Start of Provided material

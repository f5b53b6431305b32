//! What moved, and the inputs that moved it, found by weighing again.

use super::diff::Change;
use super::outcome::{Book, Outcome, Shown, What};
use super::state::{State, Unread};
use crate::source::SourceSet;
use std::cell::RefCell;
use std::collections::BTreeSet;

/// One thing that moved.
#[derive(Clone, Debug, PartialEq)]
pub struct Moved {
    /// The point, by its address.
    pub point: String,
    /// What moved.
    pub what: What,
    /// As it was; none where it was not there.
    pub was: Option<String>,
    /// As it is; none where it is not there any more.
    pub is: Option<String>,
    /// The changes that moved it, by their place in the list of changes.
    pub because: Vec<usize>,
    /// Whether each of them alone gives what is new; otherwise they do it together.
    pub alone: bool,
}

/// Two states compared.
#[derive(Clone, Debug, Default, PartialEq)]
pub struct Comparison {
    /// Inputs that differ, in file order.
    pub changes: Vec<Change>,
    /// What moved, by point.
    pub moved: Vec<Moved>,
}

impl Comparison {
    /// Whether nothing differs and nothing moved.
    pub fn is_empty(&self) -> bool {
        self.changes.is_empty() && self.moved.is_empty()
    }

    /// Changes that moved nothing, by their place in the list.
    pub fn idle(&self) -> Vec<usize> {
        let named: BTreeSet<usize> = self.moved.iter().flat_map(|m| m.because.clone()).collect();
        (0..self.changes.len())
            .filter(|i| !named.contains(i))
            .collect()
    }

    /// How many things of a kind moved.
    pub fn count(&self, word: &str) -> usize {
        self.moved.iter().filter(|m| m.what.word() == word).count()
    }
}

/// Compares two states read into the same set of sources.
///
/// # Errors
/// One of them is refused by the reader.
pub fn compare(set: &SourceSet, old: &State, new: &State) -> Result<Comparison, Unread> {
    let changes = old.changes(set, new);
    let mut book = Book::default();
    let before = old.outcome_with(set, &[], new, &mut book);
    let before = before.ok_or(Unread::Wrong)?;
    let after = new.outcome_with(set, &[], old, &mut book);
    let after = after.ok_or(Unread::Wrong)?;
    let mut moved = moves(&before, &after);
    if !moved.is_empty() {
        let finder = Finder {
            set,
            old,
            new,
            changes: &changes,
            before: &before,
            after: &after,
            book: RefCell::new(book),
        };
        finder.causes(&mut moved);
    }
    Ok(Comparison { changes, moved })
}

type Key = (String, What);

/// What differs. Of a point that came or went nothing else is told; of an oil that came or went
/// on the whole site no verdicts.
fn moves(before: &Outcome, after: &Outcome) -> Vec<Moved> {
    let keys: BTreeSet<&Key> = before.keys().chain(after.keys()).collect();
    let there = |side: &Outcome, point: &str| side.contains_key(&(point.to_owned(), What::Point));
    let mut found = Vec::new();
    for key in keys {
        let (was, is) = (before.get(key), after.get(key));
        let both = there(before, &key.0) && there(after, &key.0);
        let told = both || key.1 == What::Point;
        let came_or_went = matches!(key.1, What::Verdict(_)) && (was.is_none() || is.is_none());
        if !told || came_or_went || same(was, is) {
            continue;
        }
        let (was, is) = Shown::apart(was, is);
        found.push(Moved {
            point: key.0.clone(),
            what: key.1.clone(),
            was,
            is,
            because: Vec::new(),
            alone: false,
        });
    }
    found
}

fn same(a: Option<&Shown>, b: Option<&Shown>) -> bool {
    match (a, b) {
        (Some(a), Some(b)) => a.same(b),
        (None, None) => true,
        _ => false,
    }
}

struct Finder<'f> {
    set: &'f SourceSet,
    old: &'f State,
    new: &'f State,
    changes: &'f [Change],
    before: &'f Outcome,
    after: &'f Outcome,
    book: RefCell<Book>,
}

impl Finder<'_> {
    fn with(&self, which: impl Fn(usize) -> bool) -> Option<Outcome> {
        let chosen: Vec<&Change> = (0..self.changes.len())
            .filter(|i| which(*i))
            .map(|i| &self.changes[i])
            .collect();
        let mut book = self.book.borrow_mut();
        self.old
            .outcome_with(self.set, &chosen, self.new, &mut book)
    }

    fn causes(&self, moved: &mut [Moved]) {
        if self.changes.is_empty() {
            return;
        }
        let alone: Vec<Option<Outcome>> = (0..self.changes.len())
            .map(|i| self.with(|k| k == i))
            .collect();
        for m in moved.iter_mut() {
            let key = (m.point.clone(), m.what.clone());
            let full = |o: &Option<Outcome>| {
                o.as_ref()
                    .is_some_and(|o| same(o.get(&key), self.after.get(&key)))
            };
            m.because = places(&alone, full);
            m.alone = !m.because.is_empty();
        }
        if moved.iter().all(|m| m.alone) {
            return;
        }
        let without: Vec<Option<Outcome>> = (0..self.changes.len())
            .map(|i| self.with(|k| k != i))
            .collect();
        for m in moved.iter_mut().filter(|m| !m.alone) {
            let key = (m.point.clone(), m.what.clone());
            let part = |o: &Option<Outcome>| {
                o.as_ref()
                    .is_some_and(|o| !same(o.get(&key), self.before.get(&key)))
            };
            let needed = |o: &Option<Outcome>| {
                o.as_ref()
                    .is_some_and(|o| !same(o.get(&key), self.after.get(&key)))
            };
            let mut found: BTreeSet<usize> = places(&alone, part).into_iter().collect();
            found.extend(places(&without, needed));
            m.because = if found.is_empty() {
                self.least(&key)
            } else {
                found.into_iter().collect()
            };
        }
    }

    /// A least set of changes that together give what is new: each is left out in turn, and stays
    /// out where the new is reached without it.
    fn least(&self, key: &Key) -> Vec<usize> {
        let mut kept: BTreeSet<usize> = (0..self.changes.len()).collect();
        for i in 0..self.changes.len() {
            let mut fewer = kept.clone();
            fewer.remove(&i);
            let reached = self
                .with(|k| fewer.contains(&k))
                .is_some_and(|o| same(o.get(key), self.after.get(key)));
            if reached {
                kept = fewer;
            }
        }
        kept.into_iter().collect()
    }
}

fn places(outcomes: &[Option<Outcome>], test: impl Fn(&Option<Outcome>) -> bool) -> Vec<usize> {
    (0..outcomes.len())
        .filter(|i| test(&outcomes[*i]))
        .collect()
}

End of Provided material

## [Brief]
Only the lines above from the one with "let alone: Vec<Option<Outcome>>" up to and including the one with "reached without it." should be repeated, exactly as written.

## [Worked solution]
        let alone: Vec<Option<Outcome>> = (0..self.changes.len())
            .map(|i| self.with(|k| k == i))
            .collect();
        for m in moved.iter_mut() {
            let key = (m.point.clone(), m.what.clone());
            let full = |o: &Option<Outcome>| {
                o.as_ref()
                    .is_some_and(|o| same(o.get(&key), self.after.get(&key)))
            };
            m.because = places(&alone, full);
            m.alone = !m.because.is_empty();
        }
        if moved.iter().all(|m| m.alone) {
            return;
        }
        let without: Vec<Option<Outcome>> = (0..self.changes.len())
            .map(|i| self.with(|k| k != i))
            .collect();
        for m in moved.iter_mut().filter(|m| !m.alone) {
            let key = (m.point.clone(), m.what.clone());
            let part = |o: &Option<Outcome>| {
                o.as_ref()
                    .is_some_and(|o| !same(o.get(&key), self.before.get(&key)))
            };
            let needed = |o: &Option<Outcome>| {
                o.as_ref()
                    .is_some_and(|o| !same(o.get(&key), self.after.get(&key)))
            };
            let mut found: BTreeSet<usize> = places(&alone, part).into_iter().collect();
            found.extend(places(&without, needed));
            m.because = if found.is_empty() {
                self.least(&key)
            } else {
                found.into_iter().collect()
            };
        }
    }

    /// A least set of changes that together give what is new: each is left out in turn, and stays
    /// out where the new is reached without it.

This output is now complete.